Au Qatar, la base d’Al Udeid a été visée sans victimes, mais deux civils ont été blessés par des éclats à Doha, près d’une installation gazière endommagée. Au Koweït, quatre missiles et 12 drones ont causé des blessures à dix personnes, sans décès rapportés, dans une zone militaire où des familles de soldats résident. En Arabie saoudite, des actifs pétroliers touchés ont entraîné trois blessés parmi les employés, sans morts confirmées. En Oman, des cibles non précisées ont blessé deux personnes. Globalement, les États du Golfe estiment à 50 le nombre de blessés, avec des hôpitaux comme ceux de Dubaï traitant des cas de traumatismes mineurs. Des porte-parole locaux ont insisté sur la résilience des populations, avec des évacuations organisées pour minimiser les risques.

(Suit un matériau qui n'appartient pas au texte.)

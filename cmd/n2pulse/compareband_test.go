package main

import (
	"bytes"
	"encoding/json"
	"math"
	"os"
	"path/filepath"
	"strings"
	"testing"

	"gonum.org/v1/gonum/floats/scalar"
)

// TestCompareUncertainty compares the example and the board design (20 cells) with 10 samples:
// every design gets its band of each figure and an "uncertainty" block; the ratio band of the
// first design to itself is exactly 1; the paired ratio band of the second is ordered and its
// median lies between the ratio of the two medians ± 25 % (tolerance: this test's choice; the
// pairing narrows the band, it does not move the centre far); compare.csv carries the same
// numbers in its <name>_p05/_p50/_p95 and ratio columns, finite; report.html has the section
// on the bands.
func TestCompareUncertainty(t *testing.T) {
	t.Parallel()
	if testing.Short() {
		t.Skip("runs the model 22 times")
	}
	dir := t.TempDir()
	args := []string{"compare", "../../data/designs/example.toml", "../../data/designs/board.toml", "--set", "numerics.cells=20",
		"--uncertainty", "10", "--seed", "3", "--json", "--out", dir}
	var out, errb bytes.Buffer
	if code := run(args, &out, &errb); code != 0 {
		t.Fatalf("exit %d: %s", code, errb.String())
	}
	type band struct{ P05, P50, P95 float64 }
	var c struct {
		Samples int `json:"uncertainty_samples"`
		Designs []struct {
			Name string         `json:"name"`
			U    map[string]any `json:"uncertainty"`
		} `json:"designs"`
		Metrics []struct {
			Metric     string  `json:"metric"`
			Bands      []*band `json:"bands"`
			RatioBands []*band `json:"ratio_to_first_bands"`
		} `json:"metrics"`
	}
	if err := json.Unmarshal(out.Bytes(), &c); err != nil {
		t.Fatalf("%v\n%s", err, out.String())
	}
	if c.Samples != 10 || len(c.Designs) != 2 || c.Designs[1].U["energy_front_J_p50"] == nil {
		t.Fatalf("samples %d, %d designs, second design's block %v", c.Samples, len(c.Designs), c.Designs[1].U)
	}
	if html := string(mustRead(t, filepath.Join(dir, "report.html"))); !strings.Contains(html, "Uncertainty bands") || !strings.Contains(html, "same 10 samples") {
		t.Error("report.html lacks the section on the bands")
	}
	tab := readTable(t, mustRead(t, filepath.Join(dir, "compare.csv")))
	for _, m := range c.Metrics {
		if m.Metric != "energy_front_J" {
			continue
		}
		a, b, r0, r := m.Bands[0], m.Bands[1], m.RatioBands[0], m.RatioBands[1]
		if *r0 != (band{1, 1, 1}) {
			t.Errorf("ratio band of the first design to itself %+v, want 1, 1, 1", *r0)
		}
		if !(r.P05 <= r.P50 && r.P50 <= r.P95) || !scalar.EqualWithinAbsOrRel(r.P50, b.P50/a.P50, 0, 0.25) {
			t.Errorf("ratio band %+v, want ordered with median near %g", *r, b.P50/a.P50)
		}
		row := -1
		for k := range tab.Rows {
			if tab.Rows[k][0] == "energy_front_J" {
				row = k
			}
		}
		if row < 0 {
			t.Fatal("compare.csv has no energy_front_J row")
		}
		for _, chk := range []struct {
			col  string
			want float64
		}{
			{c.Designs[0].Name + "_p05", a.P05}, {c.Designs[1].Name + "_p95", b.P95},
			{"ratio " + c.Designs[1].Name + "/" + c.Designs[0].Name + "_p50", r.P50},
		} {
			col := tab.Column(chk.col)
			if col < 0 {
				t.Errorf("compare.csv has no column %q", chk.col)
				continue
			}
			if v := tab.Float(row, col); math.IsNaN(v) || v != chk.want {
				t.Errorf("compare.csv %s = %v, want %v as in --json", chk.col, v, chk.want)
			}
		}
	}
}

func mustRead(t *testing.T, path string) []byte {
	t.Helper()
	b, err := os.ReadFile(path)
	if err != nil {
		t.Fatal(err)
	}
	return b
}
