package main

import (
	"bytes"
	"fmt"
	"os"
	"os/exec"
	"path/filepath"
	"strings"
	"testing"

	"n2pulse/kinetics/study"
)

// TestSlurmJobArray starts a one-node Slurm cluster (scripts/slurm/start-local-cluster.sh),
// submits scripts/slurm/sweep-array.sh as a 4-task job array running the built binary on a
// small sweep, merges the four shards and checks the merge is byte-identical to the same sweep
// on one machine. It runs only with N2PULSE_SLURM=1 (it needs root and installs packages);
// where the cluster cannot start it skips and says why. Not parallel: it starts and stops a
// machine-wide cluster.
func TestSlurmJobArray(t *testing.T) {
	if os.Getenv("N2PULSE_SLURM") != "1" {
		t.Skip("set N2PULSE_SLURM=1 to run the Slurm job-array test (needs root; installs slurm-wlm and munge)")
	}
	root, err := filepath.Abs("../..")
	if err != nil {
		t.Fatal(err)
	}
	start := filepath.Join(root, "scripts", "slurm", "start-local-cluster.sh")
	wasRunning := exec.Command("bash", start, "status").Run() == nil
	out, err := exec.Command("bash", start).CombinedOutput()
	if err != nil {
		t.Skipf("no Slurm cluster: %s failed: %v\n%s", start, err, tail(out, 20))
	}
	if !wasRunning {
		t.Cleanup(func() { exec.Command("bash", start, "stop").Run() })
	}
	conf := ""
	for _, line := range strings.Split(string(out), "\n") {
		if v, ok := strings.CutPrefix(line, "SLURM_CONF="); ok {
			conf = v
		}
	}
	if conf == "" {
		t.Fatalf("start script printed no SLURM_CONF line:\n%s", out)
	}

	bin := buildBinary(t)
	dir := t.TempDir()
	sweep := []string{"--vary", "gas.pressure=150Torr:760Torr:5:log", "--vary", "circuit.charge_voltage=11kV:15kV:3",
		"--set", "numerics.cells=40"}
	env := append(os.Environ(), "SLURM_CONF="+conf, "N2PULSE="+bin, "OUT="+filepath.Join(dir, "shards"))
	sb := exec.Command("sbatch", append([]string{"--wait", "--array=1-4", "--chdir=" + dir,
		filepath.Join(root, "scripts", "slurm", "sweep-array.sh")}, sweep...)...)
	sb.Env = env
	if out, err := sb.CombinedOutput(); err != nil {
		logs, _ := filepath.Glob(filepath.Join(dir, "*.log"))
		var b strings.Builder
		for _, l := range logs {
			c, _ := os.ReadFile(l)
			fmt.Fprintf(&b, "%s:\n%s\n", l, c)
		}
		t.Fatalf("sbatch --wait: %v\n%s\n%s", err, out, b.String())
	}

	shards, _ := filepath.Glob(filepath.Join(dir, "shards", "*"))
	if len(shards) != 4 {
		t.Fatalf("%d shard directories, want 4: %v", len(shards), shards)
	}
	for _, s := range shards {
		m, err := study.ReadManifest(s)
		if err != nil {
			t.Fatal(err)
		}
		if m.Shard.N != 4 || filepath.Base(s) != fmt.Sprint(m.Shard.K) {
			t.Errorf("%s holds shard %s", s, m.Shard)
		}
	}
	merged := filepath.Join(dir, "merged")
	if out, err := exec.Command(bin, append([]string{"merge", "--out", merged}, shards...)...).CombinedOutput(); err != nil {
		t.Fatalf("merge: %v\n%s", err, out)
	}
	single := filepath.Join(dir, "single")
	cmd := exec.Command(bin, append(append([]string{"sweep"}, sweep...), "--out", single, "--quiet")...)
	cmd.Env = os.Environ() // no Slurm variables: the whole sweep
	if out, err := cmd.CombinedOutput(); err != nil {
		t.Fatalf("single-machine sweep: %v\n%s", err, out)
	}
	a, _ := os.ReadFile(filepath.Join(single, study.ResultsFile))
	b, _ := os.ReadFile(filepath.Join(merged, study.ResultsFile))
	if len(a) == 0 || !bytes.Equal(a, b) {
		t.Errorf("merged Slurm shards differ from the single-machine sweep:\n%s\nwant\n%s", b, a)
	}
}

// tail returns the last n lines of b.
func tail(b []byte, n int) string {
	lines := strings.Split(strings.TrimRight(string(b), "\n"), "\n")
	if len(lines) > n {
		lines = lines[len(lines)-n:]
	}
	return strings.Join(lines, "\n")
}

Les bilans humains en Irak et en Jordanie : blessés militaires et civils

En Irak, les frappes iraniennes sur Erbil et des bases au nord ont causé au moins 15 blessés, incluant des soldats kurdes et des civils près des installations. Les autorités irakiennes ont rapporté que des missiles ont touché des zones résidentielles adjacentes, blessant cinq enfants dans un village proche. En Jordanie, des sites militaires visés ont entraîné dix blessés parmi les forces armées, sans civils affectés confirmés. Les services d’urgence jordaniens ont décrit des traumatismes dus à des explosions, avec des évacuations vers Amman.